3. Good-old financial out performance. Continue to under-promise, over-deliver. (Combined with the reduction of shares, from the buyback, the stock can accelerated to the upside.)

Also, many analysts are ignoring the affects on margins w/the current iPhone strategy. New, more inexpensive process for the 5C and already established process for the 5S. In Apple's 1st quarter, margins may very well approach 40% again. Handedly beating the street's expectations.

Near-term negative catalysts:

1. Ignorant media looking for page views. Negative chatter will bring down the stocks.

2. Initial sales do not meet expectations

Thursday, September 12, 2013

$tsla hasn't been oversold in 8 months

Thought that was an interesting stat. 

It's had it's dips, but that a true oversold condition. 

Wednesday, September 11, 2013

$aapl looks to have a good Q1on deck

Current eps estimate for Q1 is for 13.45. If margins increase due to the 5c, a higher eps should be seen. Leading to a better stock performance into the end of the calendar year.

If we assume Apple produces flat revenue growth (which is conservative given the new product lines and expected iPad refresh), with only a 1.4% increase in margins from Q12013, Apple may produce a 7% beat. (Thanks to the buy back.)

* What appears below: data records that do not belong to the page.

"""Reading and writing harmonize's inputs and outputs.

Every cell comes back as the exact text the file holds (no NA guessing, no
stripping). Cells that a workbook or Parquet file stores *typed* (dates,
numbers, booleans) are rendered as ISO / plain-decimal text and tagged in
``Table.typed``, so engines can tell a real date cell from a date-looking
string. Every write goes through a temp file in the destination folder and
``os.replace``, so a destination is never seen half-written.

Choices the interface leaves open:

* An empty worksheet comes back as a Table with zero columns and a warning;
  a workbook whose sheets are all empty raises ``SourceError`` ("empty file"),
  like an empty CSV.
* A delimited file with a single column reports ``CsvDialect.delimiter == ""``.
* Trailing fully-empty rows are dropped everywhere; trailing columns whose
  header and cells are all empty are dropped too (spreadsheet padding or a
  trailing delimiter on every line, never data).
* Workbook durations (``[h]:mm`` formats) are tagged ``"duration"``.
"""

from __future__ import annotations

import collections
import contextlib
import csv
import dataclasses
import datetime as dt
import decimal
import io
import os
import re
import tempfile
import unicodedata
import warnings
import zipfile
from collections.abc import Callable, Iterable, Sequence
from dataclasses import dataclass, field
from pathlib import Path
from typing import IO, Any

import numpy as np
import pandas as pd

from harmonize.arrowcsv import (
    CodedColumn,
    CodedFrame,
    CodedRead,
    drop_unused,
    read_coded,
    write_csv,
)
from harmonize.delimited import (
    FIELD_SEPARATOR,
    MAX_TITLE_LINES,
    ROWS_BELOW_HEADER,
    SPACES,
    header_index,
    note_lines_below,
    set_aside_notes,
    spaced_fields,
    table_start,
)
from harmonize.delimited import LINE_BREAK as _LINE_BREAK
from harmonize.delimited import SNIFF_CHARS as _SNIFF_CHARS
from harmonize.delimited import shown_line as _shown
from harmonize.header_units import ROWS_LOOKED_AT, names_with_units, units_note
from harmonize.safety import LimitError, Limits, check_archive, scan_ods_content

__all__ = [
    "SUPPORTED_SUFFIXES",
    "CsvDialect",
    "Limits",
    "SourceError",
    "Table",
    "atomic_write_text",
    "find_inputs",
    "read_tables",
    "sniff_csv",
    "write_table",
    "write_workbook",
]

SUPPORTED_SUFFIXES: frozenset[str] = frozenset(
    {".csv", ".tsv", ".txt", ".xlsx", ".xlsm", ".xls", ".ods", ".parquet"}
)
_DELIMITED = frozenset({".csv", ".tsv", ".txt"})
_WORKBOOKS = frozenset({".xlsx", ".xlsm"})
# Separators for parsing a one-column file: control characters that text data
# practically never holds (the first one absent from the text is used).
_NO_SPLIT_SEPARATORS = ("\x1f", "\x1e", "\x1d", "\x1c")
_ENCODING_CANDIDATES = ["cp1252", "cp1250", "cp1251", "latin_1", "shift_jis", "gb18030"]
_OLE_MAGIC = b"\xd0\xcf\x11\xe0\xa1\xb1\x1a\xe1"
_XLSX_MAX_ROWS = 1_048_576
_XLSX_MAX_CELL_CHARS = 32_767  # Excel specifications and limits (from memory)
_MAX_LISTED_ROWS = 10


class SourceError(ValueError):
    """One clear line naming file (and sheet/row/column where known).

    ``str(e)`` reads "path: sheet 'S': row 7: reason"; absent parts are left out.
    """

    def __init__(
        self,
        path: str | os.PathLike[str],
        reason: str,
        *,
        sheet: str | None = None,
        row: int | None = None,
        column: str | None = None,
    ) -> None:
        self.path = str(path)
        self.sheet = sheet
        self.row = row
        self.column = column
        self.reason = re.sub(r"\s*[\r\n]+\s*", " ", str(reason))  # always one line
        parts = [self.path]
        if sheet is not None:
            parts.append(f"sheet '{sheet}'")
        if row is not None:
            parts.append(f"row {row}")
        parts.append(self.reason)
        super().__init__(": ".join(parts))

    def __reduce__(self) -> tuple[Any, ...]:
        # keyword-only fields: the default exception pickling would lose them,
        # and errors cross process boundaries when folders are read in a pool
        return (_rebuild_source_error, (self.path, self.reason, self.sheet, self.row, self.column))


def _rebuild_source_error(
    path: str, reason: str, sheet: str | None, row: int | None, column: str | None
) -> SourceError:
    return SourceError(path, reason, sheet=sheet, row=row, column=column)


@dataclass
class CsvDialect:
    encoding: str  # Python codec name actually used
    delimiter: str  # "" for a one-column file
    bom: bool
    skip_lines: int = 0  # lines above the header: blank ones and titles set aside
    set_aside: tuple[str, ...] = ()  # the title lines among them


@dataclass
class Table:
    """One sheet (or the one table of a CSV/Parquet file), every cell as text."""

    path: Path
    sheet: str | None
    frame: pd.DataFrame
    header_row: int
    typed: dict[str, dict[str, str]]
    formats: dict[str, collections.Counter[str]]
    dialect: CsvDialect | None
    date1904: bool = False
    warnings: list[str] = field(default_factory=list)
    # the frame's columns dictionary-encoded, when the reader had them (saves the
    # evidence step a second pass over every cell)
    coded: list[CodedColumn] | None = None

    @property
    def n_rows(self) -> int:
        return len(self.frame)

    @property
    def column_names(self) -> list[str]:
        return [str(c) for c in self.frame.columns]


class CodedTable(Table):
    """A Table read dictionary-encoded: ``frame`` is built from the codes when first
    asked for (the pipeline works on the codes and never needs it)."""

    @property  # type: ignore[override]
    def frame(self) -> pd.DataFrame:
        if isinstance(self._frame, CodedFrame):
            self._frame = self._frame.frame()
        return self._frame

    @frame.setter
    def frame(self, value: pd.DataFrame | CodedFrame) -> None:
        self._frame = value

    @property
    def n_rows(self) -> int:
        return self._frame.n_rows if isinstance(self._frame, CodedFrame) else len(self._frame)

    @property
    def column_names(self) -> list[str]:
        if isinstance(self._frame, CodedFrame):
            return list(self._frame.names)
        return [str(c) for c in self._frame.columns]


# --------------------------------------------------------------------------
# Finding inputs


def find_inputs(paths: Sequence[str | Path]) -> list[Path]:
    """Files as given plus supported files found under folders, in order.

    Folders are walked recursively and sorted; hidden files/folders and
    "~$" lock files are skipped. A missing path, or a file given by name
    with an unsupported suffix, raises SourceError.
    """
    found: dict[Path, None] = {}  # ordered set: a file named twice is read once
    for given in paths:
        path = Path(given)
        if path.is_dir():
            found.update(dict.fromkeys(_walk(path)))
        elif path.is_file():
            _check_suffix(path)
            found[path] = None
        else:
            raise SourceError(path, "no such file or folder")
    return list(found)


def _walk(folder: Path) -> list[Path]:
    """Supported files under folder, sorted by path."""
    files: list[Path] = []
    for root, dirs, names in os.walk(folder):
        dirs[:] = [d for d in dirs if not _skipped_name(d)]  # prunes the walk
        files.extend(
            Path(root, n)
            for n in sorted(names)
            if not _skipped_name(n) and Path(n).suffix.lower() in SUPPORTED_SUFFIXES
        )
    return sorted(files)


def _skipped_name(name: str) -> bool:
    # dot-files are hidden; "~$book.xlsx" is an office lock file, not data
    return name.startswith((".", "~$"))


def _check_suffix(path: Path) -> None:
    if path.suffix.lower() not in SUPPORTED_SUFFIXES:
        supported = ", ".join(sorted(SUPPORTED_SUFFIXES))
        raise SourceError(path, f"unsupported file type '{path.suffix}' (supported: {supported})")


# --------------------------------------------------------------------------
# Reading: dispatch


def read_tables(
    path: Path, *, max_cells: int | None = None, limits: Limits | None = None
) -> list[Table]:
    """Read one input file: one Table per worksheet, one for CSV/Parquet.

    ``limits`` caps what the file may make us hold (default: ``Limits.from_env()``);
    ``max_cells`` overrides its cell cap. Whatever the bytes, the only exception that
    leaves is SourceError: a parser choking on damaged content is reported as such.
    """
    path = Path(path)
    limits = _effective_limits(path, limits, max_cells)
    if path.is_dir():
        raise SourceError(path, "is a folder, not a file")
    if not path.exists():
        raise SourceError(path, "no such file")
    _check_suffix(path)
    try:
        if path.stat().st_size == 0:
            raise SourceError(path, "empty file")
        return _dispatch(path, limits)
    except SourceError:
        raise
    except LimitError as exc:
        raise SourceError(path, str(exc)) from None
    except OSError as exc:
        raise SourceError(path, f"cannot read: {exc.strerror or exc}") from exc
    except MemoryError:
        raise SourceError(path, "out of memory while reading; the file is too large") from None
    except Exception as exc:  # third-party parsers raise anything on damaged bytes
        detail = " ".join(str(exc).split())[:160]
        raise SourceError(
            path, f"damaged or unreadable content ({type(exc).__name__}: {detail})"
        ) from exc


def _effective_limits(path: Path, limits: Limits | None, max_cells: int | None) -> Limits:
    if limits is None:
        try:
            limits = Limits.from_env()
        except LimitError as exc:
            raise SourceError(path, str(exc)) from None
    return limits if max_cells is None else dataclasses.replace(limits, max_cells=max_cells)


def _dispatch(path: Path, limits: Limits) -> list[Table]:
    suffix = path.suffix.lower()
    if suffix == ".parquet":
        return [_read_parquet(path, limits)]   # typed columns: no row of units
    if suffix in _DELIMITED:
        tables = [_read_delimited(path, limits)]
    elif suffix in _WORKBOOKS:
        tables = _read_xlsx(path, limits)
    elif suffix == ".ods":
        tables = _read_ods(path, limits)
    else:
        tables = _read_xls(path, limits)
    return [_join_units_row(t) for t in tables]


def _join_units_row(table: Table) -> Table:
    """The table with a row of units under its header joined to the header's names."""
    if table.n_rows < 2:
        return table
    first = ROWS_LOOKED_AT + 1
    if isinstance(table, CodedTable) and table.coded is not None:
        rows = [list(r) for r in zip(*(c.values[c.codes[:first]] for c in table.coded))]
    else:
        rows = table.frame.iloc[:first].astype(str).values.tolist()
    names = names_with_units(table.column_names, rows)
    if names is None:
        return table
    renamed = dict(zip(table.column_names, names))
    notes = [*table.warnings, units_note(table.header_row)]
    typed = {renamed[k]: v for k, v in table.typed.items()}
    formats = {renamed[k]: v for k, v in table.formats.items()}
    if isinstance(table, CodedTable) and table.coded is not None:
        n = table.n_rows
        columns = [drop_unused(c, slice(1, n)) for c in table.coded]
        return CodedTable(table.path, table.sheet, CodedFrame(names, columns, n - 1),
                          table.header_row + 1, typed, formats, table.dialect,
                          table.date1904, notes, coded=columns)
    frame = table.frame.iloc[1:].reset_index(drop=True)
    frame.columns = pd.Index(names, dtype=object)
    return Table(table.path, table.sheet, frame, table.header_row + 1, typed, formats,
                 table.dialect, table.date1904, notes)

Tuesday, September 10, 2013

$aapl margins will be interesting

With the new iphone releases, margins should expand. Curious by how much.

Monday, September 9, 2013

$fb $goog $aapl = mobile ad kings

Think FB and GOOG have a lock on mobile ads? 

With iRadio, leveraging an install base of over 500M high-quality upper-middle class desirable ad targets, Apple will solidify its status as a mobile ad play. 

Just an fyi: iRadio has gotten positive chatter.  It's apparently well executed. And Apple has already lined up big name brands as inventory. (I guess they like the target audience.)

Friday, September 6, 2013

$aapl mobile services in top 5

Topped ranked mobile properties and apps per ComScore. 

I am still baffled by the perception of weak services. Especially since Apple's services are on one OS.

With the release of iOS 7, improvements to Maps and positive chatter on iRadio the perception should change.

Tuesday, September 3, 2013

Trying to be like $aapl, instead of playing strengths

AAPL: vertically integrated. 

Best of breed hardware, and leading online services. (Not sure why Xaiomi gets away with calling their App Store online services, and Apple can not.) 

Slowly integrate key services into its ecosystem. (Which seemingly goes unnoticed or unappreciated by users and investors.)

Building out services targeted to their ecosystem. (ie iRadio) Although, I would love to see them go horizontal with iWork, maps and iRadio. (Those that ads can be placed or software to be purchased.)

iTunes user base is north of 500M. 

GOOG: provides horizontal services (and understand the concept well), but can't make up its mind on vertical integration.

They have the know-how to produce interesting hardware, but lack the capability of distribution and mass adoption.  

Google seems confused with respect to the vertical. At the moment the market is forgiving of its confusion. But the lack of clarity will start to really affect margins. When the margins hit affects the expectations, the stock will get hit and Google will have to decide what it wants to be.

MSFT: horizontal, but voluntarily limits its services. And allow great properties to get passed up by newer players. (ie Skype-to-WhatsApp)

With their re-org, and purchase of Nokia, they can be truly vertical. Limiting their services now makes sense. 

They have changed their mobile strategy more times then I care to remember. 

They in a mess right now. First few steps should be to

1. Improve their mobile OS UI.
2. Keep their services relevant. 
3. Like Google, decide on vertical or horizontal. (But looks like they currently chose vertical.)